TASK GOAL:
The line that contains "Gilks 1997), so" marks the end: retype the data below exactly from its first line through that line.

(Collected data entries)
---------------

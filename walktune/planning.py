"""What a tuning job will spend, said before it spends it.

The job's budget (:class:`walktune.stages.Budget`) fixes, from the dimension,
the chains and the cap alone, the pilot's share, the proof's evaluations
(runs in rounds, :mod:`walktune.proof`) and the evaluations kept for the
geometry checks. The recommended proof run must hold ``IACTS_FOR_PRECISE_ESS``
(250) autocorrelation times over its chains for an ESS within 20% (Sokal 1997; :mod:`walktune.diagnostics`), and even an
optimally tuned random walk with the exact covariance has an IACT of about
``d / 0.33`` steps (Roberts, Gelman and Gilks 1997), so

    trustworthy  <=>  recommended run's evaluations >= 250 / optimal_efficiency(d),

its evaluations being the proof's less the other options' first rounds.

A budget that fails this cannot give trustworthy figures whatever the pilot
finds; :func:`budget_statement` says so, with the least budget that would.

References
----------
Roberts, G. O., Gelman, A. and Gilks, W. R. (1997). Weak convergence and optimal
scaling of random walk Metropolis algorithms. Annals of Applied Probability, 7(1), 110-120.
Sokal, A. (1997). Monte Carlo methods in statistical mechanics: foundations and new algorithms.
"""

from __future__ import annotations

from dataclasses import dataclass

from . import theory
from .diagnostics import IACTS_FOR_PRECISE_ESS
from .findings import Finding
from .pilot import PILOT_DRAWS_MEMORY
from .proof import first_round_steps
from .stages import Budget, _minimum_pilot, detection_reserve, minimum_budget, proof_budget_default, proof_thinning


def planned_proof(budget: "Budget") -> int:
    """Evaluations of the whole proof, if the pilot spends its whole share (:func:`walktune.stages.proof_budget`)."""
    if budget.total is None:
        return proof_budget_default(budget.dim, budget.chains)
    left = budget.total - budget.pilot - detection_reserve(budget.dim, budget.total)
    return max(left, 50 * 3 * budget.chains)


def _recommended_share(budget: "Budget", proof: int) -> int:
    """Evaluations the recommended run may get: the proof less the other two options' first rounds."""
    first = min(first_round_steps(budget.dim), max(50, proof // (3 * budget.chains)))
    return max(0, proof - 2 * budget.chains * first)


def trustworthy_budget(dim: int, chains: int) -> int:
    """The least cap on the job whose recommended proof run (as planned) can hold :data:`IACTS_FOR_PRECISE_ESS`
    IACTs of an optimally tuned proposal over its chains."""
    needed = IACTS_FOR_PRECISE_ESS * optimal_iact(dim)

    def enough(cap: int) -> bool:
        plan = Budget.plan(cap, dim, chains)
        return _recommended_share(plan, planned_proof(plan)) >= needed

    low, high = minimum_budget(dim, chains), 2 * minimum_budget(dim, chains)
    while not enough(high):
        low, high = high, 2 * high
    while high - low > max(1000, high // 1000):  # the recommended run's share grows with the cap
        middle = (low + high) // 2
        if enough(middle):
            high = middle
        else:
            low = middle
    return int(-(-high // 1000) * 1000)


#: The sparsest the proof runs may keep their states, as a share of an optimally tuned proposal's IACT: a thinned
#: chain's ESS is the full chain's only while ``k`` is well below its IACT, and a first round of
#: ``max(200, 25 d)`` steps then keeps at least about 80 states per chain for its diagnostics.
MAX_KEPT_EVERY_SHARE = 0.1


def proof_kept_every(budget: "Budget") -> int:
    """Steps per stored draw the proof runs would use under ``budget`` (their draws held near 128 MiB each)."""
    return proof_thinning(budget.chains, planned_proof(budget) // budget.chains, budget.dim)


def max_proof_kept_every(dim: int) -> int:
    """The sparsest thinning of the proof runs that keeps their figures sound (:data:`MAX_KEPT_EVERY_SHARE`)."""
    return max(1, int(MAX_KEPT_EVERY_SHARE * optimal_iact(dim)))


def optimal_iact(dim: int) -> float:
    """IACT of an optimally scaled random walk with the exact covariance, in steps: ``1 / efficiency`` (about ``d / 0.33``)."""
    return 1.0 / theory.optimal_efficiency(dim)


@dataclass(frozen=True)
class BudgetStatement:
    """What the job will spend, said before it spends it (:func:`budget_statement`).

    Attributes
    ----------
    total : int or None
        The cap on the job (None: the defaults).
    planned : int
        Evaluations planned at most: the pilot's share (mode search included),
        the proof and the geometry checks' reserve.
    pilot, proof, reserve : int
        The pilot's share, the evaluations of the whole proof (when the pilot
        spends its whole share; runs in rounds, those measured slower stop early)
        and the evaluations kept for the geometry checks.
    recommended : int
        Evaluations the recommended run may get: the proof less the other
        options' first rounds.
    iacts : float
        Autocorrelation times of an optimally tuned proposal (``optimal_iact``)
        that the recommended run's chains can hold together.
    trustworthy : bool
        Whether ``iacts`` reaches :data:`IACTS_FOR_PRECISE_ESS`.
    needed : int or None
        The least budget that would (:func:`trustworthy_budget`), when not.
    memory : int
        Bytes of draws the job may keep at once: the pilot stages' (at most
        :data:`walktune.pilot.PILOT_DRAWS_MEMORY`) and the proof runs'.
    """

    total: int | None
    planned: int
    pilot: int
    proof: int
    recommended: int
    reserve: int
    chains: int
    dim: int
    iacts: float
    trustworthy: bool
    needed: int | None
    memory: int

    @property
    def message(self) -> str:
        cap = f"a budget of {self.total:,} evaluations" if self.total is not None else "the default budget"
        text = (f"{cap} for {self.dim} parameters and {self.chains} chains: up to {self.pilot:,} for the "
                f"mode search and pilot, up to {self.proof:,} for the proof (fixed-proposal runs in rounds: runs "
                f"measured slower stop early, the recommended one runs on until its figures settle, up to "
                f"{self.recommended:,}), {self.reserve:,} for the geometry checks; at most about {self.planned:,} in "
                "all, with up to "
                f"{self.memory / 1e9:.2g} GB of draws in memory.")
        if self.trustworthy:
            return text
        return (text + f" Too small for trustworthy figures: even an optimally tuned proposal needs about "
                f"{optimal_iact(self.dim):,.0f} steps per autocorrelation time in {self.dim} dimensions, so the "
                f"recommended run could hold {self.iacts:.3g} of the {IACTS_FOR_PRECISE_ESS} its ESS needs; the ESS, speed-ups, "
                f"posterior means and sds it reports will not be trustworthy. A budget of at least {self.needed:,} "
                "would give them enough.")

    def finding(self) -> Finding:
        """The statement as a ``budget`` finding: info, or warn when the budget is too small."""
        return Finding("budget", "info" if self.trustworthy else "warn", [], self.message, {
            "budget": self.total, "planned_evaluations": self.planned, "pilot_evaluations": self.pilot,
            "proof_evaluations": self.proof, "recommended_run_evaluations": self.recommended, "detection_reserve": self.reserve,
            "iacts_per_proof_run": self.iacts, "iacts_needed": IACTS_FOR_PRECISE_ESS,
            "trustworthy": self.trustworthy, "trustworthy_budget": self.needed, "draws_memory_bytes": self.memory,
        })


def budget_statement(budget: Budget) -> BudgetStatement:
    """What a job with this budget will spend, and whether its proof runs can give trustworthy figures.

    Needs only the dimension, the chains and the cap, so it is said before any
    evaluation. Each proof run must hold :data:`IACTS_FOR_PRECISE_ESS` IACTs over
    its chains for an ESS within 20% (Sokal 1997; walktune.diagnostics); even
    with the exact covariance the IACT is about ``d / 0.33``
    (:func:`optimal_iact`), so a budget whose proof runs are shorter cannot give
    trustworthy figures whatever the pilot finds.
    """
    dim, chains = budget.dim, budget.chains
    proof = planned_proof(budget)
    recommended = _recommended_share(budget, proof)
    reserve = detection_reserve(dim, budget.total)
    pilot = budget.pilot + budget.pilot_extension
    iacts = recommended / optimal_iact(dim)
    trustworthy = iacts >= IACTS_FOR_PRECISE_ESS
    thin = proof_thinning(chains, proof // chains, dim)
    # Pilot stages keep their draws (the mode search and its 2 d^2-point Hessian do not), every k-th state
    # beyond PILOT_DRAWS_MEMORY; the proof's runs together keep at most its evaluations' states, every thin-th.
    pilot_draws = max(pilot - 2 * dim * dim, _minimum_pilot(dim, chains))
    memory = min(8 * dim * pilot_draws, PILOT_DRAWS_MEMORY) + 8 * dim * -(-proof // thin)
    planned = budget.total if budget.total is not None else pilot + proof + reserve
    return BudgetStatement(budget.total, planned, pilot, proof, recommended, reserve, chains, dim, iacts, trustworthy,
                           None if trustworthy else trustworthy_budget(dim, chains), memory)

---------------

EXERCISE ANSWER:
filename walktune/planning.py
"""What a tuning job will spend, said before it spends it.

The job's budget (:class:`walktune.stages.Budget`) fixes, from the dimension,
the chains and the cap alone, the pilot's share, the proof's evaluations
(runs in rounds, :mod:`walktune.proof`) and the evaluations kept for the
geometry checks. The recommended proof run must hold ``IACTS_FOR_PRECISE_ESS``
(250) autocorrelation times over its chains for an ESS within 20% (Sokal 1997; :mod:`walktune.diagnostics`), and even an
optimally tuned random walk with the exact covariance has an IACT of about
``d / 0.33`` steps (Roberts, Gelman and Gilks 1997), so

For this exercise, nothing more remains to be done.